- **AVAILABLE DATA**
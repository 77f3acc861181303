/** Templates of a channel map, kept with a vehicle. */
import { useMutation, useQuery, useQueryClient } from '@tanstack/react-query';
import type { Page } from '@/shared/contracts/common';
import type { MapTemplate, MapTemplateInput } from '@/shared/contracts/map-templates';
import { api } from './api';
import { STALE } from './query-client';

const keyOf = (vehicleId: string) => ['map-templates', vehicleId] as const;

/** Newest first; '' for no vehicle. */
export function useMapTemplates(vehicleId: string) {
  return useQuery({
    queryKey: keyOf(vehicleId),
    queryFn: async ({ signal }) =>
      (
        await api<Page<MapTemplate>>(`/vehicles/${vehicleId}/map-templates`, {
          query: { limit: 200 },
          signal,
        })
      ).items,
    enabled: vehicleId !== '',
    staleTime: STALE.list,
  });
}

export function useCreateMapTemplate() {
  const client = useQueryClient();
  return useMutation({
    mutationFn: ({ vehicleId, ...input }: MapTemplateInput & { vehicleId: string }) =>
      api<MapTemplate>(`/vehicles/${vehicleId}/map-templates`, { method: 'POST', body: input }),
    onSuccess: ({ vehicleId }) => client.invalidateQueries({ queryKey: keyOf(vehicleId) }),
  });
}

export function useDeleteMapTemplate(vehicleId: string) {
  const client = useQueryClient();
  return useMutation({
    mutationFn: (id: string) => api<void>(`/vehicles/${vehicleId}/map-templates/${id}`, { method: 'DELETE' }),
    onSuccess: () => client.invalidateQueries({ queryKey: keyOf(vehicleId) }),
  });
}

- **WORK INSTRUCTIONS**
For this exercise, restate every record word for word.

- **TASK ANSWER**
repository 77f3acc861181303
/** Templates of a channel map, kept with a vehicle. */
import { useMutation, useQuery, useQueryClient } from '@tanstack/react-query';
import type { Page } from '@/shared/contracts/common';
import type { MapTemplate, MapTemplateInput } from '@/shared/contracts/map-templates';
import { api } from './api';
import { STALE } from './query-client';

const keyOf = (vehicleId: string) => ['map-templates', vehicleId] as const;

/** Newest first; '' for no vehicle. */
export function useMapTemplates(vehicleId: string) {
  return useQuery({
    queryKey: keyOf(vehicleId),
    queryFn: async ({ signal }) =>
      (
        await api<Page<MapTemplate>>(`/vehicles/${vehicleId}/map-templates`, {
          query: { limit: 200 },
          signal,
        })
      ).items,
    enabled: vehicleId !== '',
    staleTime: STALE.list,
  });
}

export function useCreateMapTemplate() {
  const client = useQueryClient();
  return useMutation({
    mutationFn: ({ vehicleId, ...input }: MapTemplateInput & { vehicleId: string }) =>
      api<MapTemplate>(`/vehicles/${vehicleId}/map-templates`, { method: 'POST', body: input }),
    onSuccess: ({ vehicleId }) => client.invalidateQueries({ queryKey: keyOf(vehicleId) }),
  });
}

export function useDeleteMapTemplate(vehicleId: string) {
  const client = useQueryClient();
  return useMutation({
    mutationFn: (id: string) => api<void>(`/vehicles/${vehicleId}/map-templates/${id}`, { method: 'DELETE' }),
    onSuccess: () => client.invalidateQueries({ queryKey: keyOf(vehicleId) }),
  });
}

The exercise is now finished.